Verify the initial configuration

  1. Run the main method in NacosConfigExampleApplication to start the application.

  2. Open http://127.0.0.1:18081 in a browser. The response is nacos-config-test -- the value of test.name that you set in Step 2.

Verify dynamic configuration refresh

  1. In the Nacos Server console, go to ConfigManagement > Configurations and edit the nacos-config-example.properties entry.

  2. Change test.name=nacos-config-test to test.name=nacos-config-updated and click Publish.

  3. Refresh http://127.0.0.1:18081. The response now shows nacos-config-updated, confirming that @RefreshScope works without an application restart.

Step 5: Deploy to EDAS

Recreate the same configuration in EDAS before deploying, so the application can read it from the EDAS configuration management module.

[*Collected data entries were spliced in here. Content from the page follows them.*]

"""The commands of the shop: solve a job, list catalogues, tolerance, trial mass, a
batch of rotors, new files and blade arrangement."""

from __future__ import annotations

import argparse
import sys
from pathlib import Path

from placer.budget import doing, paused
from placer.cli.common import (
    EXIT_OK,
    EXIT_OUTSIDE,
    check_positive,
    metric_options,
    plain_console,
    print_result,
    say_written,
)
from placer.cli.options import FLAGS
from placer.errors import InputError, fill_options, shown_path
from placer.io.values import json_text


def _solve(args: argparse.Namespace) -> int:
    from placer.io.jobfile import read_job
    from placer.solve import FittingErrors, solve_job

    job = read_job(Path(args.job))
    if args.sheet is not None:
        from placer.views.sheet import require_matplotlib, sheet_paths

        require_matplotlib()
        sheet_paths(Path(args.sheet), len(job.planes), force=args.force)
    errors = FittingErrors(samples=args.samples, seed=args.seed, min_chance=args.min_chance)
    result = solve_job(job, effort=args.effort, errors=errors, aim_share=args.aim_share,
                       parts=args.parts)
    doing("while printing the plans")
    from placer.io.jsonout import job_dict
    from placer.views.terminal.job import render_job

    print_result(args, result, job_dict, render_job)
    if args.sheet is not None:
        from placer.views.sheet import write_sheet

        doing("while drawing the sheet; the plans printed are final, the sheet is not "
              "written")
        pages = write_sheet(result, Path(args.sheet), force=args.force)
        say_written("sheet", (page.path for page in pages))
    return EXIT_OK if result.all_within else EXIT_OUTSIDE


def _catalogs(args: argparse.Namespace) -> int:
    from placer.io.catalogfile import bundled_names, read_catalog, resolve_catalog
    from placer.io.jsonout import catalog_dict, catalogs_list
    from placer.units import METRIC, UnitSystem
    from placer.views.terminal.catalog import render_catalog, render_catalog_list
    from placer.views.terminal.plain import finish

    units = UnitSystem(args.units) if args.units else METRIC
    console = plain_console()
    if args.name is None:
        names = bundled_names()
        catalogs = [read_catalog(resolve_catalog(n, Path.cwd(), "placer catalogs", "NAME"))
                    for n in names]
        if args.json:
            print(json_text(catalogs_list(names, catalogs), indent=1))
        else:
            render_catalog_list(names, catalogs, console, units)
            finish(console)
        return EXIT_OK
    catalog = read_catalog(resolve_catalog(args.name, Path.cwd(), "placer catalogs", "NAME"))
    if args.json:
        print(json_text(catalog_dict(catalog), indent=1))
    else:
        render_catalog(catalog, console, units)
        finish(console)
    return EXIT_OK


def _tolerance(args: argparse.Namespace) -> int:
    from placer.errors import ToleranceError
    from placer.io.jsonout import tolerance_dict
    from placer.tolerance import (
        allocate_to_planes,
        parse_grade,
        permissible_residual_gmm,
    )
    from placer.units import mm_from_in
    from placer.views.terminal.tolerance import tolerance_lines

    mass_kg, radius_mm, units = metric_options(args)
    distance_option = "distances_mm" if args.distances_mm else "distances_in"
    raw = args.distances_mm or args.distances_in
    check_positive(("rpm", args.rpm), *(((distance_option, d) for d in raw) if raw else ()))
    distances = None if raw is None else (
        raw if args.distances_mm else [mm_from_in(d) for d in raw])
    try:
        grade = parse_grade(args.grade)
    except ToleranceError as exc:   # the grade came from --grade, not from a file's key
        raise ToleranceError(exc.detail, option="grade", expected=exc.expected) from None
    u_per = permissible_residual_gmm(grade, mass_kg, args.rpm)
    names = ["A"] if args.planes == 1 else ["A", "B"]
    if distances is not None and args.planes != 2:
        raise InputError("needs two planes", option=distance_option, expected="--planes 2")
    shares = allocate_to_planes(u_per, names, distances)
    if args.json:
        print(json_text(tolerance_dict(grade, mass_kg, args.rpm, u_per, shares, radius_mm),
                        indent=1))
        return EXIT_OK
    print("\n".join(tolerance_lines(grade, mass_kg, args.rpm, u_per, shares,
                                   lever_rule=distances is not None, units=units,
                                   radius_mm=radius_mm)))
    return EXIT_OK


def _trial(args: argparse.Namespace) -> int:
    from placer.views.terminal.tolerance import trial_lines

    check_positive(("rpm", args.rpm))
    mass_kg, radius_mm, units = metric_options(args)
    print("\n".join(trial_lines(mass_kg, args.rpm, radius_mm, units)))
    return EXIT_OK


def _batch(args: argparse.Namespace) -> int:
    from placer.io.batchresults import run_batch
    from placer.views.terminal.batch import progress_display, render_summary

    doing("; the rotors solved so far are in the results, and {opt:resume} carries on")
    with progress_display(sys.stderr) as progress:
        summary, paths = run_batch(Path(args.template), Path(args.readings),
                                   Path(args.out) if args.out else None, jobs=args.jobs,
                                   resume=args.resume, force=args.force,
                                   effort=args.effort, progress=progress,
                                   note=lambda text: print(fill_options(text, FLAGS),
                                                           file=sys.stderr))
    render_summary(summary, paths, sys.stdout)
    return EXIT_OK if summary.all_within else EXIT_OUTSIDE


def _new(args: argparse.Namespace) -> int:
    from placer.io.newfile import (
        Starter,
        copy_examples,
        example_names,
        starter_text,
        write_new,
    )

    if args.kind is None:
        raise InputError("says nothing to write", option="kind",
                         expected="job, session, template or example (placer new --help)")
    if args.kind == "example":
        if not args.names:
            print("Bundled examples (copy with: placer new example NAME, or all):")
            print("\n".join(f"  {name}" for name in example_names()))
            return EXIT_OK
        for path in copy_examples(args.names, Path(args.folder), force=args.force):
            print(f"placer: wrote {shown_path(path)}", file=sys.stderr)
        return EXIT_OK
    from placer.io.outputs import check_target

    path = check_target(Path(args.file), "file", force=args.force)  # before any question
    imperial = args.units == "imperial" or (args.units is None and args.radius_in is not None)
    answers = {"name": args.name, "positions": args.positions,
               "radius": args.radius_in if args.radius_in is not None else args.radius_mm,
               "catalog": args.catalog, "planes": args.planes}
    if sys.stdin.isatty() and None in answers.values():
        from placer.views.terminal.ask import ask, positive_number, whole_number

        unit = "in" if imperial else "mm"
        asked = {"name": ("Rotor name", str, "rotor"),
                 "positions": ("Positions per plane (holes, blades, slots)", whole_number, None),
                 "radius": (f"Their radius [{unit}]", positive_number, None),
                 "catalog": ("Catalogue", str, "wheel-clips-oz" if imperial else "washers-steel"),
                 "planes": ("Correction planes (1 or 2)", whole_number, 1)}
        with paused():  # waiting for a person's answers is not a runaway
            for key, (question, convert, default) in asked.items():
                if answers[key] is None:
                    answers[key] = ask(question, convert, default)
    for key, option in (("positions", "positions"), ("radius", "radius")):
        if answers[key] is None:
            raise InputError("missing", option=option,
                             expected=f"{{opt:{option}}} (or run on a terminal to be asked)")
    start = Starter(kind=args.kind, name=answers["name"] or "rotor",
                    positions=answers["positions"], radius=answers["radius"],
                    catalog=answers["catalog"] or ("wheel-clips-oz" if imperial
                                                   else "washers-steel"),
                    planes=answers["planes"] or 1, units="imperial" if imperial else "metric")
    write_new(path, starter_text(start), force=args.force)
    command = {"job": "solve", "session": "field", "template": "batch"}[args.kind]
    print(f"placer: wrote {shown_path(path)}; fill in the lines marked FILL IN, then: placer "
          f"{command} {shown_path(path)}" + (" READINGS.csv" if args.kind == "template" else ""),
          file=sys.stderr)
    return EXIT_OK


def _blades(args: argparse.Namespace) -> int:
    from placer.arrange import arrange_blades
    from placer.io.bladefile import read_blade_file

    job = read_blade_file(Path(args.file), move=args.move)
    if args.sheet is not None:
        from placer.views.sheet.bladepage import blade_page_count
        from placer.views.sheet.files import require_matplotlib, sheet_paths

        require_matplotlib()
        sheet_paths(Path(args.sheet), blade_page_count(job), force=args.force)
    result = arrange_blades(job, effort=args.effort, aim_share=args.aim_share)
    doing("while printing the arrangement")
    from placer.io.jsonout import blades_dict
    from placer.views.terminal.blades import render_blades

    print_result(args, result, blades_dict, render_blades)
    if args.sheet is not None:
        from placer.views.sheet.bladepage import write_blade_sheet

        doing("while drawing the sheet; the arrangement printed is final, the sheet is not "
              "written")
        say_written("sheet", write_blade_sheet(result, Path(args.sheet), force=args.force))
    return EXIT_OK if result.all_within else EXIT_OUTSIDE


COMMANDS = {"solve": _solve, "catalogs": _catalogs, "tolerance": _tolerance, "trial": _trial,
            "batch": _batch, "new": _new, "blades": _blades}
"""The function that runs each of these commands, by name."""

5a. Create the configuration in EDAS

  1. Log on to the EDAS console.

  2. In the left-side navigation pane, choose Application Management > Microservice Configurations.

  3. On the Configurations page, select a Region in the top navigation bar and a Microservices Namespace from the dropdown. Then click Create Configuration.

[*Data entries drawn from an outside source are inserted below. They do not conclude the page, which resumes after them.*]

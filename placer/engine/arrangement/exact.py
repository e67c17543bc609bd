"""Exact integer arithmetic on sums over equally spaced slots (roots of unity).

With n equally spaced slots, slot j at e^{iθ_0}·ω^j (ω = e^{2πi/n}), and
integer moment weights c_j (decimal weights times a power of ten), the
residual is e^{iθ_0}·P(ω) with P(x) = Σ_j c_j x^j.  Three facts are used:

* P(ω) = 0 exactly when the n-th cyclotomic polynomial Φ_n(x) divides P(x),
  since Φ_n is the minimal polynomial of ω over the rationals.  Reducing P
  modulo the monic integer polynomial Φ_n is exact, so "shown zero" is a
  proof, not a float.
* For n = p^k (p prime), Φ_n(x) = Φ_p(x^{n/p}) = Σ_{t<p} x^{t·n/p}, and a
  polynomial of degree below n is a multiple of it exactly when its
  coefficients repeat with period n/p.  So a zero arrangement exists exactly
  when every weight value occurs a multiple of p times.  For distinct weights
  (the integer turbine balancing problem) there is none.
* When n = m1·m2 with m1, m2 > 1 coprime, the slots j ↔ (j mod m1, j mod m2)
  form an m1 × m2 grid (Chinese remainder theorem), and weights
  c_j = a_{j mod m1} + b_{j mod m2} sum to zero, since each row and column of
  the grid is a regular polygon (its sum of roots of unity is zero).  Weights
  1..n are such a grid (a_x = x, b_y = m1·y + 1), so the integer turbine
  balancing problem has a zero arrangement for every n that is not a prime
  power; with the previous fact, exactly for those n.  This includes Fathi and
  Ginjupalli's Lemma 1 (n divisible by 2 but not 4, or by 3 but not 9) and
  adds n = 20, 28, 35, 36, 40, 44, 45, ...
* A nonzero element S of Z[ω] has a field norm N(S) = Π_{gcd(k,n)=1} σ_k(S),
  a nonzero integer, with σ_k(S) = Σ_j c_j ω^{kj}.  As j → kj permutes the
  slots, |σ_k(S)| is the residual of another arrangement, at most M, the
  largest residual of any arrangement.  Hence |S| ≥ M^{-(φ(n)/2 - 1)}, a
  proven lower bound whenever zero is impossible.

References
----------
[FathiGinjupalli1993] (Lemma 1, the integer turbine balancing problem);
[RootsOfUnity] (cyclotomic polynomials, vanishing sums, field norm).
"""

from __future__ import annotations

import math
from collections import Counter
from collections.abc import Sequence
from functools import lru_cache

import numpy as np


@lru_cache(maxsize=None)
def cyclotomic(n: int) -> tuple[int, ...]:
    """Coefficients of the n-th cyclotomic polynomial Φ_n, lowest degree first.

    Parameters
    ----------
    n : int
        Order [-], 1 or more.

    References
    ----------
    [RootsOfUnity]: x^n - 1 = Π_{d | n} Φ_d(x).
    """
    poly = [-1] + [0] * (n - 1) + [1]
    for d in range(1, n):
        if n % d == 0:
            poly = _divide_exact(poly, list(cyclotomic(d)))
    return tuple(poly)


def _divide_exact(num: list[int], den: list[int]) -> list[int]:
    """Quotient of integer polynomials (den monic, division without remainder)."""
    num = list(num)
    quotient = [0] * (len(num) - len(den) + 1)
    for shift in range(len(quotient) - 1, -1, -1):
        coef = num[shift + len(den) - 1]
        quotient[shift] = coef
        if coef:
            for i, d in enumerate(den):
                num[shift + i] -= coef * d
    if any(num):
        raise ArithmeticError("inexact polynomial division")
    return quotient


def reduce_mod_cyclotomic(coeffs: Sequence[int], n: int) -> list[int]:
    """P(x) = Σ coeffs[j]·x^j modulo Φ_n(x): φ(n) integer coefficients.

    Two integer sums over the n-th roots of unity are equal exactly when
    their reductions are equal.

    Parameters
    ----------
    coeffs : sequence of int
        Coefficients of P, lowest degree first [scaled g·mm].
    n : int
        Order of the roots of unity (number of equally spaced slots) [-].

    Returns
    -------
    list of int
        The remainder's φ(n) coefficients, lowest degree first.

    References
    ----------
    [RootsOfUnity].
    """
    phi = list(cyclotomic(n))
    deg = len(phi) - 1
    rem = [int(c) for c in coeffs]
    for top in range(len(rem) - 1, deg - 1, -1):
        coef = rem[top]
        if coef:
            for i in range(deg + 1):
                rem[top - deg + i] -= coef * phi[i]
    rem = rem[:deg] + [0] * max(0, deg - len(rem))
    return rem


def is_zero_sum(coeffs: Sequence[int], n: int) -> bool:
    """Whether Σ_j coeffs[j]·e^{2πij/n} is exactly zero (exact integer test).

    Parameters
    ----------
    coeffs : sequence of int
        Integer weight at each slot j = 0 .. n - 1 [scaled g·mm].
    n : int
        Number of equally spaced slots [-].

    References
    ----------
    [RootsOfUnity]: Φ_n is the minimal polynomial of e^{2πi/n}.
    """
    return not any(reduce_mod_cyclotomic(coeffs, n))


def prime_power(n: int) -> tuple[int, int] | None:
    """(p, k) with n = p^k for a prime p, or None.

    Parameters
    ----------
    n : int
        A whole number, 2 or more [-].

    Returns
    -------
    (int, int) or None
        The prime and its power; None when n has two prime factors or more.
    """
    for p in range(2, n + 1):
        if n % p == 0:
            k, rest = 0, n
            while rest % p == 0:
                rest //= p
                k += 1
            return (p, k) if rest == 1 else None
    return None


def zero_possible(values: Sequence[int], n: int) -> bool | None:
    """Whether some arrangement of ``values`` on n equally spaced slots sums to zero.

    Decided exactly for n a prime power p^k (every value occurs a multiple of
    p times); None (not decided here) for other n.

    Parameters
    ----------
    values : sequence of int
        The integer weights [scaled g·mm].
    n : int
        Number of equally spaced slots [-].

    Returns
    -------
    bool or None
        Whether a zero arrangement exists; None when n is not a prime power.

    References
    ----------
    [RootsOfUnity]: Φ_{p^k}(x) = Φ_p(x^{p^{k-1}}).
    """
    pk = prime_power(n)
    if pk is None:
        return None
    return all(count % pk[0] == 0 for count in Counter(values).values())


def periodic_zero(values: Sequence[int], n: int) -> list[int] | None:
    """Values by slot with period n/p for a prime p | n, whose sum is zero, or None.

    Possible when every value occurs a multiple of p times: each value fills
    whole regular p-gons.

    Parameters
    ----------
    values : sequence of int
        The integer weights [scaled g·mm].
    n : int
        Number of equally spaced slots [-].

    Returns
    -------
    list of int or None
        The value in each slot j = 0 .. n - 1, for the smallest such prime p;
        None when no prime dividing n divides every value's count.

    References
    ----------
    [RootsOfUnity]: the p-th roots of unity sum to zero.
    """
    counts = Counter(values)
    for p in _primes_dividing(n):
        if all(c % p == 0 for c in counts.values()):
            period = []
            for value in sorted(counts):
                period += [value] * (counts[value] // p)
            return [period[j % (n // p)] for j in range(n)]
    return None


def grid_zero(values: Sequence[int], n: int, node_budget: int = 5_000) -> list[int] | None:
    """Values by slot forming an m1 × m2 addition grid (sum zero), or None.

    Tries every split n = m1·m2 with m1, m2 > 1 coprime and looks for
    a (m1 values) and b (m2 values) with {a_x + b_y} equal to ``values`` as
    multisets; slot j then takes a_{j mod m1} + b_{j mod m2}.

    Parameters
    ----------
    values : sequence of int
        The integer weights [scaled g·mm].
    n : int
        Number of equally spaced slots [-].
    node_budget : int
        Most branch nodes per split (a deterministic work limit) [-].

    References
    ----------
    [RootsOfUnity]: Chinese remainder theorem; regular polygons sum to zero.
    """
    for m1 in range(2, n):
        m2 = n // m1
        if n % m1 or m1 > m2 or m2 < 2 or math.gcd(m1, m2) != 1:
            continue
        found = _sumset_split(sorted(values), m1, m2, node_budget)
        if found is not None:
            a, b = found
            return [a[j % m1] + b[j % m2] for j in range(n)]
    return None


def _sumset_split(values: list[int], m1: int, m2: int,
                  budget: int) -> tuple[list[int], list[int]] | None:
    """a (m1 values, a_0 = 0) and b (m2 values) with {a_x + b_y} = values, by branching.

    The smallest value not yet covered is a_0 + b_y or a_x + b_0 for a new y or
    x (any other sum a_x + b_y has a_x + b_0 and a_0 + b_y below it, both
    already covered, so it would be covered too): two branches per step.
    """
    nodes = [0]

    def grow(a: list[int], b: list[int], left: Counter) -> tuple[list[int], list[int]] | None:
        nodes[0] += 1
        if nodes[0] > budget:
            return None
        if not left:
            return (a, b) if len(a) == m1 and len(b) == m2 else None
        smallest = min(left)
        for new_a in (True, False):
            if (len(a) if new_a else len(b)) >= (m1 if new_a else m2):
                continue
            value = smallest - b[0] if new_a else smallest - a[0]
            sums = Counter(value + other for other in (b if new_a else a))
            if all(left[s] >= c for s, c in sums.items()):
                rest = left - sums
                found = grow(a + [value], b, rest) if new_a else grow(a, b + [value], rest)
                if found is not None:
                    return found
        return None

    low = values[0]
    return grow([0], [low], Counter(values) - Counter([low]))


def _primes_dividing(n: int) -> list[int]:
    return [p for p in range(2, n + 1) if n % p == 0 and prime_power(p) == (p, 1)]


def totient(n: int) -> int:
    """Euler's φ(n): the degree of Φ_n.

    Parameters
    ----------
    n : int
        A whole number, 1 or more [-].

    Returns
    -------
    int
        φ(n), the count of 1 ≤ k ≤ n with gcd(k, n) = 1.
    """
    return len(cyclotomic(n)) - 1


def norm_lower_bound(n: int, largest_gmm: float, scale: int) -> float:
    """Least |S| [g·mm] of a nonzero integer sum over n equally spaced slots.

    Parameters
    ----------
    n : int
        Number of equally spaced slots [-].
    largest_gmm : float
        An upper bound on the residual of any arrangement of the blades [g·mm].
    scale : int
        Decimal scale that makes the weights integers [-].

    References
    ----------
    [RootsOfUnity]: the field norm of a nonzero algebraic integer is a nonzero
    integer; its conjugates here are residuals of rearrangements.
    """
    others = max(0, totient(n) // 2 - 1)
    biggest = max(1.0, scale * largest_gmm)
    return float(np.exp(-others * np.log(biggest))) / scale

  4. In the Create Configuration panel, set the same parameters as the local Nacos configuration and click Create:

    ParameterValue
    Data IDnacos-config-example.properties
    GroupDEFAULT_GROUP
    FormatProperties
    Configuration Contenttest.name=nacos-config-test
Note

The Region and Microservice Namespace values are inherited from the Configurations page and cannot be changed in this panel.

5b. Deploy the application

Deploy the application to EDAS. Choose a deployment method based on your infrastructure:

Streamline local-to-cloud development

After your application runs on EDAS, you can skip the local Nacos Server setup for subsequent iterations. EDAS provides a local-to-cloud interconnection feature that lets a locally running application:

  • Read configurations directly from the EDAS configuration management module

  • Call other cloud-deployed applications and receive calls from them

This gives you the full EDAS runtime behavior without redeploying for every change.

Configuration reference

Add any of these properties to bootstrap.properties to customize Nacos Config behavior:

Configuration itemKeyDefaultDescription
Server addressspring.cloud.nacos.config.server-addr--Nacos Server address (required)
Data ID prefixspring.cloud.nacos.config.prefix${spring.application.name}Prefix portion of the Data ID
Groupspring.cloud.nacos.config.groupDEFAULT_GROUPConfiguration group
Data ID suffix and formatspring.cloud.nacos.config.file-extensionpropertiesFile format for the configuration content. Supported: properties, yaml, yml
Encodingspring.cloud.nacos.config.encodeUTF-8Character encoding for configuration content
Timeoutspring.cloud.nacos.config.timeout3000Timeout for fetching configurations, in milliseconds
Namespacespring.cloud.nacos.config.namespace--Isolate configurations across environments (development, test, production)
Context pathspring.cloud.nacos.config.context-path--Relative path of the Nacos Server API
Endpointspring.cloud.nacos.config.endpointUTF-8Region-specific endpoint for dynamic server address resolution
Auto-refreshspring.cloud.nacos.config.refresh.enabledtrueEnable or disable the configuration change listener

For the full list of configuration items, see the Spring Cloud Alibaba Nacos Config documentation.